• 日本文化研究班


2008年12月10日

東京大学史料編纂所の「日本古文書ユニオンカタログ」報告

12月10日、P.D.の岡本が、東京大学史料編纂所の近藤成一(こんどうしげかず)教授を訪ねて、近藤先生が進めている「日本古文書ユニオンカタログ」についてお話を聞いてきました。

東京大学史料編纂所は大日本史料、大日本古文書などの史料を編纂・刊行していますが、それと並んで早くから日本史関係のデータベースの作成・公開も行っています。近藤先生の「日本古文書ユニオンカタログ」は2005~2008年度科研プロジェクトで、1600年以前の日本の古文書を網羅する統合的な目録を作成しようというものです。

一つの史料は様々なかたちで存在しています。ある文書がたとえば影写本になっており、大日本古文書に収録され、さらに鎌倉遺文にも収録されている、というようなケースです。史料編纂所のデータベースも影写本を主体とする古文書目録データベース、大日本古文書の家わけ文書を中心とする古文書フルテキストデータベース、鎌倉遺文についは鎌倉遺文フルテキストデータベースなどがあります。同じ文書が様々なデータベースに存在していることがあるわけです。様々なデータベースに存在している同じ文書をまとめて一つのグループ番号を与える、というのがユニオンカタログで行われていることで、各別に作成されてきたこれら古文書関係データベースや画像データをそのグループ番号を使って連結することにより、一元的な史料の把握が可能になります。また、それとともに、複数のデータが統合されてできたたグループ一つひとつは史料の一点々々を示しているわけですから、最終的にこのグループを集めると(既存のデータベースに収録されているデータの範囲でですが)古文書を網羅するカタログができる、ということになります。

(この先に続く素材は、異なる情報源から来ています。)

class _Plan:
    """A nest in chain form: the exponent's pieces and the factors at each level."""

    def __init__(self, mode: str, r: int) -> None:
        self.mode = mode
        self.r = r
        self.e0 = 0
        self.uq = [0] * r       # u_j(t) = (uq t^2 + ul t) / 2
        self.ul = [0] * r
        self.c = [0] * r        # c_j: coefficient of y_j y_(j+1)
        self.pochs: list[_Poch] = []
        self.scalars: list[_Scalar] = []

    @classmethod
    def build(cls, ev: Evaluator, mode: str, xs: list[str], lowers: list[sym.MPoly],
              exponent: sym.MPoly, pochs: list, scalars: list) -> _Plan:
        r = len(xs)
        plan = cls(mode, r)
        # x_j in the new indices y
        xy: dict[str, sym.MPoly] = {}
        for j, x in enumerate(xs):
            if mode == "identity":
                d = sym.m_var(_y(j))
            elif mode == "suffix":
                d = sym.m_var(_y(j)) if j == r - 1 else sym.m_sub(sym.m_var(_y(j)),
                                                                  sym.m_var(_y(j + 1)))
            else:
                d = sym.m_var(_y(j)) if j == 0 else sym.m_sub(sym.m_var(_y(j)),
                                                              sym.m_var(_y(j - 1)))
            xy[x] = sym.m_add(d, _subst(lowers[j], xy))
        lin_x = {x: _as_linear(p) for x, p in xy.items()}
        e = _subst(exponent, xy)
        for mono, v in e.items():
            deg = sum(k for _, k in mono)
            idx = sorted(int(n[len(_Y):]) for n, _ in mono)
            if deg > 2 or v < 0 and deg == 2:
                raise _Decline   # E might decrease in an index: the cut-offs need it not to
            if deg == 0:
                if v.denominator != 1:
                    raise _Decline
                plan.e0 = int(v)
            elif len(idx) == 1:
                j = idx[0]
                if 2 * v != int(2 * v):
                    raise _Decline
                if deg == 2:
                    plan.uq[j] = int(2 * v)
                else:
                    plan.ul[j] = int(2 * v)
            else:
                j, k = idx
                if k != j + 1 or v.denominator != 1:
                    raise _Decline
                plan.c[j] = int(v)
        for j in range(r):
            # u_j(1) must be an integer, and u_j(t + 1) - u_j(t) >= 0 from t = 0 on (with
            # the products of indices, whose coefficients are >= 0, E then does not
            # decrease along any index on the integer points y >= 0)
            if (plan.uq[j] + plan.ul[j]) % 2 or plan.uq[j] + plan.ul[j] < 0:
                raise _Decline
        for f, p, sub, t, params in pochs:
            lin = _as_linear(_subst(sub, xy))
            level, pair = _placement(set(lin[1]))
            plan.pochs.append(_Poch(f, p, t, params, lin, level, pair))
        for f, p in scalars:
            used = {x: lin_x[x] for x in xs if x in ev.free(f)}
            deps = {j for lin in used.values() for j in lin[1]}
            level, pair = _placement(deps)
            plan.scalars.append(_Scalar(f, p, used, level, pair))
        return plan

    # -- the least completions ------------------------------------------------------------
    def u(self, j: int, t: int) -> int:
        return (self.uq[j] * t * t + self.ul[j] * t) // 2

    def point(self, j: int, t: int) -> list[int]:
        """The least point of the region with y_j = t."""
        if self.mode == "identity":
            y = [0] * self.r
        elif self.mode == "suffix":
            y = [t] * (j + 1) + [0] * (self.r - j - 1)
        else:
            y = [0] * j + [t] * (self.r - j)
        y[j] = t
        return y

    def outer(self, j: int, y: list[int]) -> int:
        """e_0 and the pieces of E in y_1 .. y_(j-1) (with c_(j-1) y_(j-1) y_j)."""
        return self.e0 + sum(self.u(k, y[k]) + self.c[k] * y[k] * y[k + 1] for k in range(j))

    def inner(self, j: int, y: list[int]) -> int:
        """The pieces of E in y_j .. y_r."""
        return sum(self.u(k, y[k]) + (self.c[k] * y[k] * y[k + 1] if k + 1 < self.r else 0)
                   for k in range(j, self.r))

    # -- evaluation ---------------------------------------------------------------------
    def evaluate(self, ev: Evaluator, node: BigOp, env: dict[str, int], target: int) -> Series:
        r = self.r
        ring = ev.ring
        # the ranges: y_j = t matters while E at the least point with y_j = t is below
        # the target (E does not decrease along any index, so beyond that nothing does)
        outer_v: list[list[int]] = []
        inner_v: list[list[int]] = []
        for j in range(r):
            ov: list[int] = []
            iv: list[int] = []
            first = [self.outer(j, y) + self.inner(j, y) for y in map(
                lambda t: self.point(j, t), range(3))]
            if first[0] == first[1] == first[2]:
                raise _Decline     # E (of degree <= 2) does not grow along y_j
            t = 0
            while True:
                y = self.point(j, t)
                o, i = self.outer(j, y), self.inner(j, y)
                if o + i >= target:
                    break
                ov.append(o)
                iv.append(i)
                t += 1
                if t > MAX_TERMS:
                    raise _Decline
            outer_v.append(ov)
            inner_v.append(iv)
        # which G_j(t) are needed, to which order, and which pairs (t, t') add to them
        need: list[dict[int, int]] = [dict() for _ in range(r)]
        need[0] = {t: target - self.e0 for t in range(len(outer_v[0]))}
        pairs: list[dict[int, list[int]]] = [dict() for _ in range(r)]
        count = 0
        for j in range(r - 1):
            top = len(outer_v[j + 1])
            for t, w in need[j].items():
                budget = w - self.u(j, t)        # S_j(t) modulo q^budget
                if self.mode == "suffix":
                    span = range(0, min(t + 1, top))
                elif self.mode == "prefix":
                    span = range(t, top)
                else:
                    span = range(0, top)
                got = []
                for t2 in span:
                    v = self.c[j] * t * t2 + inner_v[j + 1][t2]
                    if v >= budget:
                        break          # and so for every larger t2 (E does not decrease)
                    got.append(t2)
                    w2 = budget - self.c[j] * t * t2
                    if w2 > need[j + 1].get(t2, -1):
                        need[j + 1][t2] = w2
                pairs[j][t] = got
                count += len(got)
                if count > MAX_TERMS:
                    raise _Decline
        ev._count_terms(node, count + sum(len(n) for n in need))
        tables = self._tables(ev, need, inner_v, ring)
        # from the innermost level outwards
        below: dict[int, Series] = {}
        for j in range(r - 1, 0, -1):
            level: dict[int, Series] = {}
            for t, w in need[j].items():
                budget = w - self.u(j, t)
                if budget <= 0:
                    level[t] = Series.zero(ring, w)
                    continue
                acc = None if j == r - 1 else self._pair_sum(ev, j, t, pairs[j][t], below,
                                                             env, budget)
                acc = self._unary(ev, acc, j, t, env, tables, budget)
                u = self.u(j, t)
                level[t] = (acc.shift(u) if u else acc).truncate(w)
            below = level
        # the outermost sum: sum_t U_1(t) S_1(t), the factors in y_1 stepped from one t to
        # the next (Horner's rule) rather than multiplied in
        budget0 = target - self.e0
        items: list[tuple[dict[int, int], Series]] = []
        scal = [s for s in self.scalars if s.level == 0 and not s.pair]
        for t in need[0]:
            u = self.u(0, t)
            if u >= budget0:
                continue
            acc = Series.constant(1, ring).truncate(budget0 - u) if r == 1 else \
                self._pair_sum(ev, 0, t, pairs[0][t], below, env, budget0 - u)
            c = self._scalar(ev, scal, env, {0: t})
            if c == 0:
                continue
            if c != 1:
                acc = acc * c
            items.append(({0: t}, (acc.shift(u) if u else acc).truncate(budget0)))
        total = _horner(ring, items, [p for p in self.pochs if p.level == 0 and not p.pair],
                        budget0)
        return total.shift(self.e0) if self.e0 else total

    def _pair_sum(self, ev: Evaluator, j: int, t: int, t2s: list[int],
                  below: dict[int, Series], env: dict[str, int], budget: int) -> Series:
        """S_j(t) = sum_(t') q^(c_j t t') P_j(t, t') G_(j+1)(t') modulo q^budget, the
        q-Pochhammer factors of P_j stepped from one t' to the next (Horner's rule)."""
        scal = [s for s in self.scalars if s.level == j and s.pair]
        pair_pochs = [p for p in self.pochs if p.level == j and p.pair]
        if not pair_pochs:
            shifted: list[tuple[int, Series]] = []
            for t2 in t2s:
                c = self._scalar(ev, scal, env, {j: t, j + 1: t2})
                if c != 0:
                    y = below[t2]
                    shifted.append((self.c[j] * t * t2, y * c if c != 1 else y))
            got = _shifted_sum(ev.ring, shifted, budget)
            if got is not None:
                return got
        items: list[tuple[dict[int, int], Series]] = []
        for t2 in t2s:
            sh = self.c[j] * t * t2
            c = self._scalar(ev, scal, env, {j: t, j + 1: t2})
            if c == 0:
                continue
            term = below[t2].truncate(budget - sh)
            if c != 1:
                term = term * c
            items.append(({j: t, j + 1: t2}, term.shift(sh) if sh else term))
        return _horner(ev.ring, items, [p for p in self.pochs if p.level == j and p.pair],
                       budget)

    def _scalar(self, ev: Evaluator, scalars: list[_Scalar], env: dict[str, int],
                y: dict[int, int]) -> Fraction:
        c = Fraction(1)
        for s in scalars:
            env_k = {**env, **{x: _lin_eval(lin, y) for x, lin in s.xs.items()}}
            v = ev.scalar(s.node, env_k)
            if v == 0 and s.power < 0:
                raise DomainError(f"division by zero in a factor at column "
                                  f"{getattr(s.node, 'pos', 0) + 1} of a multi-sum")
            c *= rational_power(v, Fraction(s.power))
        return c

    def _unary(self, ev: Evaluator, acc: Series | None, j: int, t: int, env: dict[str, int],
               tables: dict[int, dict[int, Series]], budget: int) -> Series:
        """acc (None: 1) times the factors in y_j alone at y_j = t, modulo q^budget."""
        y = {j: t}
        c = self._scalar(ev, [s for s in self.scalars if s.level == j and not s.pair], env, y)
        if c == 0:
            return Series.zero(ev.ring, budget)
        for pp in self.pochs:
            if pp.level == j and not pp.pair:
                entry = tables[id(pp)][_lin_eval(pp.sub, y)]
                acc = entry.truncate(budget) if acc is None else \
                    (acc * entry).truncate(budget)
        if acc is None:
            acc = Series.constant(1, ev.ring).truncate(budget)
        return acc * c if c != 1 else acc

    def _tables(self, ev: Evaluator, need: list[dict[int, int]], inner_v: list[list[int]],
                ring: Any) -> dict[int, dict[int, Series]]:
        """The q-Pochhammer factors in one inner index y_j (j > 1) at the subscripts used,
        each to the order it is used at (the budget less the valuation of what it
        multiplies); the others are stepped by Horner's rule."""
        tables: dict[int, dict[int, Series]] = {}
        for pp in self.pochs:
            j = pp.level
            if pp.pair or j == 0:
                continue
            want: dict[int, int] = {}
            for t, w in need[j].items():
                n = _lin_eval(pp.sub, {j: t})
                p = w - self.u(j, t) - (inner_v[j][t] - self.u(j, t))
                want[n] = max(want.get(n, 1), p)
            tables[id(pp)] = _table(pp, want, ring)
        return tables
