"""The ``qseries`` command line: parse arguments, call the library, format the output.

Exit codes: 0 success (for ``check``: the sides agree to the order), 1 a mismatch,
2 bad input (a message on stderr, never a traceback), 3 (``check``) inconclusive: no
coefficient could be compared.
"""

from __future__ import annotations

import contextvars
import copy
import inspect
import json
import sys
import time
from enum import StrEnum
from fractions import Fraction
from pathlib import Path
from typing import Annotated, Any, NoReturn

import typer
import typer.main
from typer.core import TyperGroup

from ..analysis import diagnose, dissection, distributions, product_form
from ..analysis.compare import MAX_PRIMES, CheckResult, check
from ..analysis.product_form import product_parts
from ..engine import evaluate
from ..engine.chooser import (
    AUTO_MODULAR_ORDER,
    COST_LIMIT_BYTES,
    COST_LIMIT_SECONDS,
    PRODUCT_MAX_ORDER,
)
from ..engine.cost import CostEstimate, estimate_cost
from ..errors import ParseError, QSeriesError
from ..lang import Node, parse
from ..lang.ast import children, extra_variables
from ..lang.parser import NOTATION_FORMS, definitions_of, is_extra_variable, split_identity
from ..products import FUNCTIONS
from ..report import (
    check_json,
    check_lines,
    combination_json,
    combination_lines,
    congruence_lines,
    congruences_json,
    dissection_json,
    dissection_lines,
    distribution_lines,
    distributions_json,
    divisibility_json,
    divisibility_lines,
    expand_json,
    expansion_note,
    expansion_text,
    listing_json,
    listing_line,
    listing_rows,
    listing_summary,
    listing_table,
    no_product_json,
    no_product_line,
    product_json,
    product_lines,
    relation_lines,
    relations_json,
    slowest_line,
    sources_lines,
    trend_csv,
    trend_json,
    verify_json,
    verify_line,
    verify_summary,
    verify_table,
)
from ..report.distribution import counts_csv
from ..report.latex import check_latex, expansion_latex, product_latex
from ..series import GF, MAX_LENGTH, Series
from . import streams
from .progress import counted_with_bar, run_with_bar
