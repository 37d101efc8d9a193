"""Truncated formal Laurent series in q with a rational exponent offset.

A :class:`Series` stands for

    q^offset * ( sum_i c_i q^(start + i) )  +  O(q^(offset + prec))

with ``0 <= offset < 1`` a Fraction, ``start`` an integer and ``prec`` the integer absolute
precision (``None`` when the series is an exact polynomial, such as ``q`` or ``1 - q^5``).
Every operation propagates the precision honestly: ``q^-5 * f`` loses 5, dividing by a series
of valuation ``v > 0`` loses ``v``, adding takes the minimum.

The coefficient ring is a backend of :mod:`qseries.backend` (ZZ, QQ, GF(p) or Laurent
polynomials in extra variables); there is no global precision or ring.

>>> from qseries.series import Series, ZZ
>>> f = Series.from_coefficients([1, -1], ZZ)          # 1 - q, exact
>>> g = f.inverse(order=6)                             # 1/(1-q) + O(q^6)
>>> g
1 + q + q^2 + q^3 + q^4 + q^5 + O(q^6)
>>> (g * Series.monomial(-2, ZZ)).precision            # q^-2 * g is known to O(q^4)
4

A series is indexed and sliced by exponents, not by positions: ``f[e]`` is the coefficient
of q^e (any integer or Fraction e below the precision, zero where there is no term) and
``f[a:b]`` is the exact polynomial of the terms with a <= e < b (``f[a:]``, the tail, keeps
the precision).  Asking for anything at or beyond the precision raises
:class:`~qseries.errors.PrecisionError`: it is unknown, not zero.

>>> f = Series.from_coefficients([1, 0, 1, 1], start=-2, prec=5)
>>> f[-2], f[3]
(1, 0)
>>> f[0:3]
1 + q
>>> f[1:]
q + O(q^5)

A series is not a Python container: ``iter``, ``len`` and ``in`` are refused with a
TypeError, because no reading of them is both finite and faithful (an exact series has
infinitely many coefficients, a truncated one may start below q^0 or at q^(1/24)).  Use
``f.terms()`` (the known nonzero terms), ``f.coefficient_list(n, start)`` or ``f[a:b]``.

>>> list(f.terms())
[(-2, 1), (0, 1), (1, 1)]

``f == g`` holds when both have the same precision (both exact, or the same O(q^N)) and the
same known terms, their rings being combinable as in arithmetic (ZZ inside QQ); a number
stands for the exact constant series.  So ``1 + O(q^5) != 1``: to compare below an order,
use ``equal_to``, which refuses an order beyond what is known on either side.

>>> Series.constant(1) == 1, Series.constant(1) + Series.zero(prec=5) == 1
(True, False)
>>> (Series.constant(1) + Series.zero(prec=5)).equal_to(1, 5)
True
"""
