// Issue 15, "Music on a phone": at 390 px a row shows its title, tempo and length with nothing to
// scroll sideways, measured from the rendered page.
test('on a phone the table shows title, tempo and length without sideways scrolling', async ({
	page
}) => {
	// Signed in on a wide screen, where the sign-in helper finds its "Sign out" button.
	await signIn(page, 'dj');
	await page.setViewportSize({ width: 390, height: 844 });
	await page.goto('/music');
	await hydrated(page);
	const row = grid(page).getByTestId('track-row').first();
	await expect(row).toBeVisible();
	for (const column of ['title', 'bpm', 'durationS']) {
		const box = (await row.locator(`[data-column="${column}"]`).boundingBox())!;
		expect(box.x, column).toBeGreaterThanOrEqual(0);
		expect(box.x + box.width, column).toBeLessThanOrEqual(390);
	}
	await expect(row.locator('[data-column="artist"]')).toHaveCount(0);
	await expect(row.locator('[data-column="durationS"]')).toHaveText(/^\d+:\d\d$/);
	const sideways = await grid(page)
		.locator('.overflow-auto')
		.evaluate((el) => el.scrollWidth - el.clientWidth);
	expect(sideways).toBeLessThanOrEqual(0);
	expect(await page.evaluate(() => document.documentElement.scrollWidth)).toBeLessThanOrEqual(390);
	// The header is one row: the name and a menu that holds the rest.
	const header = (await page.locator('header').boundingBox())!;
	expect(header.height).toBeLessThanOrEqual(80);
	await page.getByTestId('phone-menu').getByText('Menu').click();
	await page.getByTestId('phone-menu').getByRole('link', { name: 'Dances' }).click();
	await expect(page).toHaveURL(/\/dances$/);
});
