test('a dancer sees only published evenings and cannot change them', async ({ page }) => {
	const dancer = await newRequest.newContext({ baseURL: BASE });
	await signInApi(dancer, 'dancer');
	const list = await (await dancer.get('/api/evenings')).json();
	expect(list.items.length).toBeGreaterThan(0);
	expect(list.items.every((e: { published: boolean }) => e.published)).toBe(true);
	expect((await dancer.get('/api/evenings/2')).status()).toBe(404);
	expect((await dancer.get('/api/evenings/1')).status()).toBe(200);
	const patch = await dancer.patch('/api/evenings/1', { data: { title: 'Mine now' }, headers });
	expect(patch.status()).toBe(403);
	const put = await dancer.put('/api/evenings/1/run-order', {
		data: { version: 1, entries: [] },
		headers
	});
	expect(put.status()).toBe(403);
	const plan = await dancer.post('/api/evenings/1/plan', { data: {}, headers });
	expect(plan.status()).toBe(403);
	await dancer.dispose();

	await signIn(page, 'dancer');
	await page.goto('/evenings');
	await hydrated(page);
	await expect(page.getByRole('link', { name: 'Lantern Night Social' })).toBeVisible();
	await expect(page.getByText('New Year Beginners’ Evening')).toHaveCount(0);
	await expect(page.getByRole('link', { name: 'New evening' })).toHaveCount(0);
	await page.goto('/evenings/1');
	await hydrated(page);
	await expect(page.getByRole('heading', { name: 'Lantern Night Social' })).toBeVisible();
	await expect(page.getByRole('button', { name: /Plan the evening|Re-plan/ })).toHaveCount(0);
	await expect(page.getByRole('link', { name: 'Edit the evening' })).toHaveCount(0);
	expect((await page.goto('/evenings/2'))?.status()).toBe(404);
});

test('the desk view shows the current entry, the section time left and the sound caution', async ({
	page
}) => {
	await ensureDemoRunOrder();
	// 19:20 on the demo evening (in December London is on UTC): twenty minutes into the lesson.
	await page.clock.setFixedTime(new Date('2026-12-11T19:20:00Z'));
	await signIn(page, 'dj');
	await page.goto('/evenings/1/desk');
	await hydrated(page);
	const now = page.getByTestId('desk-current');
	await expect(now).toBeVisible();
	await expect(now).not.toContainText('Nothing playing yet');
	await expect(page.getByRole('timer', { name: 'Time now' })).toHaveText('19:20:00');
	// The lesson runs 19:00–19:40: 20 minutes left (plain arithmetic).
	await expect(page.getByTestId('section-left')).toContainText('20:00 left in the section');
	const caution = page.getByLabel('Sound level caution');
	await expect(caution).toContainText('100 dB LAeq over any 15 minutes');
	// The next rest: the first break the saved run order starts after 19:20 (1,200 s in), in
	// whole minutes rounded up.
	const order = await (await page.request.get('/api/evenings/1/run-order')).json();
	const rest = (order.entries as { kind: string; startS: number }[]).find(
		(e) => e.kind === 'break' && e.startS > 1200
	);
	if (rest) {
		const minutes = Math.ceil((rest.startS - 1200) / 60);
		await expect(page.getByTestId('desk-rest')).toHaveText(`In ${minutes} minutes`);
	} else await expect(page.getByTestId('desk-rest')).toHaveText('No rest planned after this.');
	// Next moves by hand; "Follow the clock" returns to the planned position.
	const before = await now.textContent();
	await page.getByRole('button', { name: 'Next' }).click();
	await expect(page.getByText('Moved by hand.')).toBeVisible();
	await expect(now).not.toHaveText(before!);
	await page.getByRole('button', { name: 'Follow the clock' }).click();
	await expect(now).toHaveText(before!);
});

test('the evenings API: create, read, change and delete, with clear refusals', async () => {
	const api = await newRequest.newContext({ baseURL: BASE });
	await signInApi(api, 'organiser');
	const body = {
		title: 'Hollyhock Hop',
		startsAt: '2027-02-05T19:00:00Z',
		endsAt: '2027-02-05T22:00:00Z',
		crowd: 'experienced',
		sections: [
			{ kind: 'open-floor', startsAt: '2027-02-05T19:00:00Z', endsAt: '2027-02-05T21:50:00Z' },
			{ kind: 'last-dance', startsAt: '2027-02-05T21:50:00Z', endsAt: '2027-02-05T22:00:00Z' }
		]
	};
	const post = (data: unknown) => api.post('/api/evenings', { data, headers });
	const badDate = await post({ ...body, startsAt: '5 February' });
	expect(badDate.status()).toBe(422);
	expect((await badDate.json()).error).toMatch(/startsAt/);
	const outside = structuredClone(body);
	outside.sections[1].endsAt = '2027-02-05T22:30:00Z';
	expect((await post(outside)).status()).toBe(422);
	const overlap = structuredClone(body);
	overlap.sections[1].startsAt = '2027-02-05T21:00:00Z';
	const refused = await post(overlap);
	expect(refused.status()).toBe(422);
	expect((await refused.json()).error).toMatch(/overlaps/);
	const notJson = await api.post('/api/evenings', {
		data: 'title=x',
		headers: { ...headers, 'content-type': 'text/plain' }
	});
	expect(notJson.status()).toBe(415);

	const created = await post(body);
	expect(created.status()).toBe(201);
	const evening = await created.json();
	expect(evening).toMatchObject({
		title: 'Hollyhock Hop',
		startsAt: '2027-02-05T19:00:00.000Z',
		endsAt: '2027-02-05T22:00:00.000Z',
		status: 'draft',
		runOrderVersion: 1,
		entries: []
	});
	expect(evening.sections).toHaveLength(2);
	const list = await (await api.get('/api/evenings')).json();
	expect(list.items.some((e: { id: number }) => e.id === evening.id)).toBe(true);
	const patched = await api.patch(`/api/evenings/${evening.id}`, {
		data: { title: 'Hollyhock Hop II', version: evening.version },
		headers
	});
	expect(patched.status()).toBe(200);
	expect((await patched.json()).title).toBe('Hollyhock Hop II');
	const stale = await api.patch(`/api/evenings/${evening.id}`, {
		data: { title: 'Lost edit', version: evening.version },
		headers
	});
	expect(stale.status()).toBe(409);
	// Issue 13, finding 3: a body-less POST from another site, with the organiser's cookie,
	// must not publish the draft (SvelteKit's own check covers form content types only).
	const crossSite = await api.post(`/api/evenings/${evening.id}/publish`, {
		headers: { origin: 'http://evil.example', accept: 'application/json' }
	});
	expect(crossSite.status()).toBe(403);
	expect((await crossSite.json()).error).toMatch(/Cross-site/);
	expect((await (await api.get(`/api/evenings/${evening.id}`)).json()).status).toBe('draft');
	expect((await api.delete(`/api/evenings/${evening.id}`, { headers })).status()).toBe(204);
	expect((await api.get(`/api/evenings/${evening.id}`)).status()).toBe(404);
	await api.dispose();
});

test('the organiser creates, edits and deletes an evening through the forms', async ({ page }) => {
	await signIn(page, 'organiser');
	await page.goto('/evenings');
	await hydrated(page);
	await page.getByRole('link', { name: 'New evening' }).click();
	await page.getByLabel('Title', { exact: true }).fill('Thistledown Social');
	await page.getByLabel('Date').fill('2027-03-12');
	await page.getByRole('button', { name: 'Create the evening' }).click();
	await expect(page.getByRole('heading', { name: 'Thistledown Social' })).toBeVisible();
	await expect(page.getByText(/Friday,? 12 March 2027, 19:30–23:00/)).toBeVisible();
	// The outline's six sections came along.
	await expect(page.locator('#sections-h + ol > li')).toHaveCount(6);

	await page.getByRole('link', { name: 'Edit the evening' }).click();
	// Section 2 made to start inside the lesson: refused, with the typed values kept.
	await page.getByLabel('Section 2: from').fill('20:00');
	await page.getByRole('button', { name: 'Save the evening' }).click();
	await expect(page.getByRole('alert')).toContainText('overlaps');
	await expect(page.getByLabel('Section 2: from')).toHaveValue('20:00');
	await page.getByLabel('Section 2: from').fill('20:10');
	await page.getByLabel('Notes').fill('Bring a friend.');
	await page.getByRole('button', { name: 'Save the evening' }).click();
	await expect(page.getByText('Bring a friend.')).toBeVisible();

	await page.getByRole('link', { name: 'Edit the evening' }).click();
	await page.getByRole('button', { name: 'Delete…' }).click();
	await page.getByRole('button', { name: 'Yes, delete it' }).click();
	await expect(page).toHaveURL(/\/evenings$/);
	await expect(page.getByText('Thistledown Social')).toHaveCount(0);
});

test('swap a track for another that fits the same dance, insert and remove entries', async ({
	page
}) => {
	await ensureDemoRunOrder();
	await signIn(page, 'organiser');
	await page.goto('/evenings/1');
	await hydrated(page);
	const rows = page.getByTestId('entry');
	const count = await rows.count();
	const dance = page.locator('[data-testid="entry"][data-kind="dance"]').nth(2);
	const detail = dance.getByTestId('entry-detail');
	const before = await detail.textContent();
	// The rarer actions open under the row.
	await dance.getByRole('button', { name: /^More for/ }).click();
	await dance.getByRole('button', { name: /^Swap track/ }).click();
	const offers = page.getByRole('button', { name: /^Use / });
	await expect(offers.first()).toBeVisible();
	// Songs already in tonight's order come last, each marked with the entry that plays it.
	const anyway = page.getByRole('button', { name: /^Use anyway / });
	await expect(page.getByText(/^already in this night’s order \(entry \d+\)$/)).toHaveCount(
		await anyway.count()
	);
	const plain = await page.getByRole('button', { name: /^Use (?!anyway )/ }).count();
	if (plain > 0) await expect(offers.first()).not.toHaveText(/^Use anyway /);
	const choice = (await offers.first().textContent())!.replace(/^Use (anyway )?/, '');
	await offers.first().click();
	await expect(detail).not.toHaveText(before!);
	await expect(detail).toContainText(choice);
	await expect(dance).toContainText('track chosen by hand from the fit ranking');

	// An announcement added at the end, then a removal: the count follows.
	await page.getByLabel('Kind').selectOption('announcement');
	await page.getByLabel('What to say').fill('Raffle at the break');
	await page.getByRole('button', { name: 'Add', exact: true }).click();
	await expect(rows).toHaveCount(count + 1);
	await expect(rows.last()).toContainText('Announcement: Raffle at the break');
	await rows
		.first()
		.getByRole('button', { name: /^More for/ })
		.click();
	await rows
		.first()
		.getByRole('button', { name: /^Remove/ })
		.click();
	await expect(rows).toHaveCount(count);
	await page.getByRole('button', { name: 'Save the run order' }).click();
	await expect(page.getByTestId('run-order-notice')).toContainText('Saved');
	await page.reload();
	await expect(rows.last()).toContainText('Announcement: Raffle at the break');
	await expect(page.getByText(choice).first()).toBeVisible();
});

史料編纂所に限らず、人文学分野において多数のデータベースが作成されてきましたが、ある時点、ある規模に達したときにこのような整理をおこなうととても有益だと思います。一度の検索で複数DBから取得した結果がわかりやすく表示されるようになって使いやすくなるだけではなく、個々のDBでは備えることができない網羅性を、既存のデータを使用しながら、備えることができるようになるわけです。大変興味深い試みではないでしょうか。